Before rushing to blame foreign visitors for putting a strain on the health service with some rather dubious statistics, perhaps the prime minister and his health secretary would do well to examine the policies of other departments of government that are both costing the NHS money and preventing NHS staff from doing what they are qualified to do.
The prime minister was immediately accused of scaremongering after his ‘immigration crackdown’ speech yesterday when he failed to back up his statistics on foreigners’ access to welfare benefits, social housing and healthcare.
Health secretary Jeremy Hunt only emphasised that the government’s statistics were hazy when he took to the airwaves on the World at One, seemingly plucking NHS cost implications of ‘health tourism’ from nowhere, multiplying No. 10’s previous estimate of £20m to £200m.
He said later in the Commons debate on the issue that it would be impossible to find the exact figures.
To combat this ‘cost’ whatever it may be, Cameron has proposed introducing health insurance for some migrants accessing the NHS.
NHS founder Aneurin Bevan believed the costs of administering a payment system for foreign visitors far outweighed the costs of providing care to this small group. There’s no denying numbers of migrants accessing the system will have increased since 1948, but surely it remains that for practical reasons, free healthcare should be provided, wherever you are from?
Secondly, what difference would this actually make? The evidence for health tourism and consequent cost implications consists of anecdote and estimate, as proven by the health secretary’s hesitant response today.
There is no credible research to back this up. In fact, the vast majority of migrants using the NHS are eligible for free care because they are lawfully resident in the UK. They pay taxes and use the NHS in the same way as anyone else.
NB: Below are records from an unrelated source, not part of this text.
"""The benchmark script's pure helpers and reference scripts, so that it does not rot.

No timing is checked here (speed targets live only in ``tests/benchmark.py``).
"""

from __future__ import annotations

import sys
from types import SimpleNamespace

import benchmark
import numpy as np
import pandas as pd
import pytest
from benchmark import (
    COLUMNS,
    COMMANDS,
    IMPORTS_WHILE_RUNNING,
    REFERENCES,
    SITE,
    START,
    Row,
    Run,
    expand,
    format_table,
    median_run,
    module_name,
    month_days,
    parse_args,
    reference_params,
    run_process,
    site_toml,
    site_year,
    stage_split,
    total,
    write_data,
)

from perfcheck.cli import main
from perfcheck.site import load_site


def test_site_year_rows_are_plausible():
    # invented truth: one June day at 47.5 N, 8.7 E; solar noon near 11:25 UTC (12 h minus
    # 8.7/15 h, no equation of time in the generator), night at midnight UTC
    day = site_year(pd.Timestamp("2025-06-21"), 1440, seed=1)
    assert list(day.columns) == ["Timestamp"] + [c[0] for c in COLUMNS]
    assert day["Timestamp"].iloc[0] == "2025-06-21 00:00:00"
    assert day.loc[0, "POA"] == day.loc[0, "GHI"] == day.loc[0, "P_AC"] == 0
    noon = 11 * 60 + 25
    assert day.loc[noon, "POA"] > 0 and day.loc[noon, "GHI"] > 0
    # Haurwitz (1945) clear-sky GHI is below 1098 W/m2; the generator adds +-3 % noise
    assert day["GHI"].max() <= 1098 * 1.03
    assert (day["P_AC"] >= 0).all() and day["P_AC"].max() <= SITE["ac_kw"]
    assert (day["T_MOD"] >= day["T_AMB"]).all()


def test_site_year_is_reproducible_and_seeded():
    a, b = (site_year(START, 120, seed=3) for _ in range(2))
    pd.testing.assert_frame_equal(a, b)
    assert not np.array_equal(site_year(START, 120, seed=4)["WIND"], a["WIND"])


def test_site_file_and_data_are_valid_for_perfcheck(tmp_path):
    files = write_data(tmp_path, units=2, rows=60)
    assert [f.name for f in files] == ["minute_1_2025-01-01.csv", "minute_2_2025-01-01.csv"]
    assert pd.read_csv(files[1])["Timestamp"].iloc[0] == "2025-01-01 01:00:00"  # continues
    site = load_site(tmp_path / "site.toml")
    assert [inv.id for inv in site.inverters] == ["INV1"]
    assert site_toml() == (tmp_path / "site.toml").read_text()


def test_every_command_line_names_a_perfcheck_command():
    for name, argv in COMMANDS.items():
        if not argv[0].startswith("-"):
            assert argv[0] in main.list_commands(None), \
                f"COMMANDS[{name!r}]: no command {argv[0]!r}"


def test_expand_splices_a_list_placeholder_and_formats_the_rest():
    argv = expand(COMMANDS["ingest"], {"site": "s.toml", "data": ["a.csv", "b.csv"],
                                       "db": "x.duckdb"})
    assert argv == ["ingest", "s.toml", "a.csv", "b.csv", "--db", "x.duckdb"]
    assert expand(["--out", "{out}/r"], {"out": "/t"}) == ["--out", "/t/r"]


def test_month_days_include_the_last_day():
    assert month_days("2025-02") == ("2025-02-01", "2025-02-28")
    assert month_days("2028-02") == ("2028-02-01", "2028-02-29")  # leap year


def test_median_and_total_of_runs():
    runs = [Run(3.0, 300), Run(1.0, 100), Run(2.0, 500)]
    assert median_run(runs) == Run(2.0, 300)
    assert total(runs) == Run(6.0, 500)
    assert median_run([Run(1.0, 1), Run(2.0, 2, "exit 2: bad")]).error == "exit 2: bad"
    assert median_run([]).error == "not run"


def test_format_table_aligns_columns_and_drops_empty_ones():
    text = format_table([Row("ingest", "1.00 s", "0.50 s", "2.00x", "<= 3.0x", "PASS"),
                         Row("a longer name", "12.00 s", "", "", "", "")], "Title")
    lines = text.splitlines()
    assert lines[0] == "Title"
    assert lines[1].split() == ["what", "measured", "reference", "ratio", "target"]
    assert lines[3].index("1.00 s") == lines[4].index("12.00 s") == lines[1].index("measured")
    assert lines[3].endswith("PASS")
    assert "target" not in format_table([Row("x", "1", "", "", "", "")])


def test_parse_args_always_measures_one_site_year():
    args = parse_args(["--years", "4,2", "--quick", "--repeats", "1"])
    assert args.years == [1, 2, 4] and args.quick and args.repeats == 1


def test_run_process_reports_the_error_line():
    ok = run_process([sys.executable, "-c", "pass"])
    assert ok.error == "" and ok.wall_s > 0 and ok.peak_kb > 0
    bad = run_process([sys.executable, "-c", "import sys; sys.exit('no such file')"])
    assert bad.error == "exit 1: no such file"


def test_run_process_reports_a_timing_cut_short(monkeypatch):
    # a full disk leaves the launcher's result file empty: an error line, not a traceback
    monkeypatch.setattr(benchmark, "LAUNCH", "import sys; open(sys.argv[1], 'w').close()")
    run = run_process([sys.executable, "-c", "pass"])
    assert run.error == "its timing was not written (is the disk full?)"


def test_run_process_peak_is_the_command_s_own():
    # Linux carries a process's ru_maxrss over into the children it starts (getrusage(2)):
    # the command must not show this process's 300 MB (invented truth: a Python that
    # allocates nothing stays far below it).
    held = bytearray(300 * 1024 * 1024)
    held[::4096] = b"x" * len(held[::4096])  # touched, so resident
    run = run_process([sys.executable, "-c", "pass"])
    assert run.error == "" and run.peak_kb < 100 * 1024


@pytest.mark.parametrize("name", sorted(REFERENCES))
def test_reference_scripts_run_on_a_day(tmp_path, name):
    files = write_data(tmp_path, units=1, rows=1440)
    script = tmp_path / "ref.py"
    script.write_text(REFERENCES[name])
    params = reference_params(files, tmp_path / "raw.duckdb")
    assert run_process([sys.executable, str(script), params]).error == ""


def test_module_name_of_package_files():
    assert module_name("/v/site-packages/perfcheck/detect/__init__.py") == "perfcheck.detect"
    assert module_name("/v/site-packages/perfcheck/cli/ingest.py") == "perfcheck.cli.ingest"
    assert module_name("/usr/lib/python3.11/json/__init__.py") is None


def test_stage_split_of_an_invented_profile():
    # invented truth: the CLI calls ingest_files (4 s), which calls _one (3 s) and a tiny
    # helper (0.01 s, below the 2 % shown); 2 s start-up, 0.5 s of imports while running
    cli, files = ("/p/perfcheck/cli/ingest.py", 1, "ingest"), ("/p/perfcheck/ingest.py", 2,
                                                                "ingest_files")
    one, tiny = ("/p/perfcheck/ingest.py", 3, "_one"), ("/p/perfcheck/ingest.py", 4, "_tiny")
    stats = SimpleNamespace(total_tt=7.0, stats={
        cli: (1, 1, 0.1, 5.0, {}),
        files: (1, 1, 1.0, 4.0, {cli: (1, 1, 1.0, 4.0)}),
        one: (1, 1, 3.0, 3.0, {files: (1, 1, 3.0, 3.0)}),
        tiny: (1, 1, 0.01, 0.01, {files: (1, 1, 0.01, 0.01)}),
        ("<start-up>", 0, "start-up"): (1, 1, 2.0, 2.0, {}),
        ("<frozen importlib._bootstrap>", 1, "_find_and_load"): (3, 3, 0.1, 0.5,
                                                                 {one: (3, 3, 0.1, 0.5)}),
    })
    assert stage_split(stats) == [(0, "start-up", 2.0), (0, IMPORTS_WHILE_RUNNING, 0.5),
                                  (0, "perfcheck.ingest.ingest_files", 4.0),
                                  (1, "perfcheck.ingest._one", 3.0)]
Our client group – refugees and asylum seekers – is all too often caught up in the ‘health tourism’ debate. We know, however, that most asylum seekers don’t know about their entitlements before they get to the UK. The main factor that drives them here is finding a place of safety.
Asylum seekers are currently entitled to free healthcare, but ironically, much of the time they struggle to get it. The rules on entitlement to care are complex (90 pages of guidance), and as a result, many asylum seekers are asked to pay or are turned away by GPs’ surgeries.
One particularly vulnerable group who suffer unduly because of this are pregnant asylum seeking women, who need to access antenatal care through their GP. The main obstacle preventing them from accessing essential healthcare has nothing to do with strains they might be putting on, nor the shortcomings of the NHS.
Research we and Maternity Action published last month shows that this is due to the UK Border Agency (UKBA)’s harsh policies. They move asylum seekers to where accommodation is available anywhere in the country and often multiple times, meaning women are being uprooted from the essential specialist healthcare they have in place, usually against the advice of their clinicians.
The Department of Health recognises that pregnant women seeking asylum are vulnerable – NICE guidelines outline the complex factors they face.
Yet the UKBA ignores this, and treats them like any other woman in the asylum system. They did implement a policy change in July 2012 that meant women would not be moved during the last month of their pregnancy, but we believe that pregnant women should not be moved at all.
In addition to the increased health risk to mother and baby, moving pregnant women around the country is also a huge waste of NHS resources: appointments, scans and tests are usually repeated in each new area.
Allowing them to stay in the same area throughout their pregnancy would be a simple solution that would ensure women are not put at risk, and that NHS resources are not wasted.
So rather than rushing to blame foreign visitors for putting a strain on the health service with some rather dubious statistics, perhaps the prime minister and his health secretary would do well to examine the policies of other departments of government that are both costing the NHS money and preventing NHS staff from doing what they are qualified to do – providing essential care to those in need.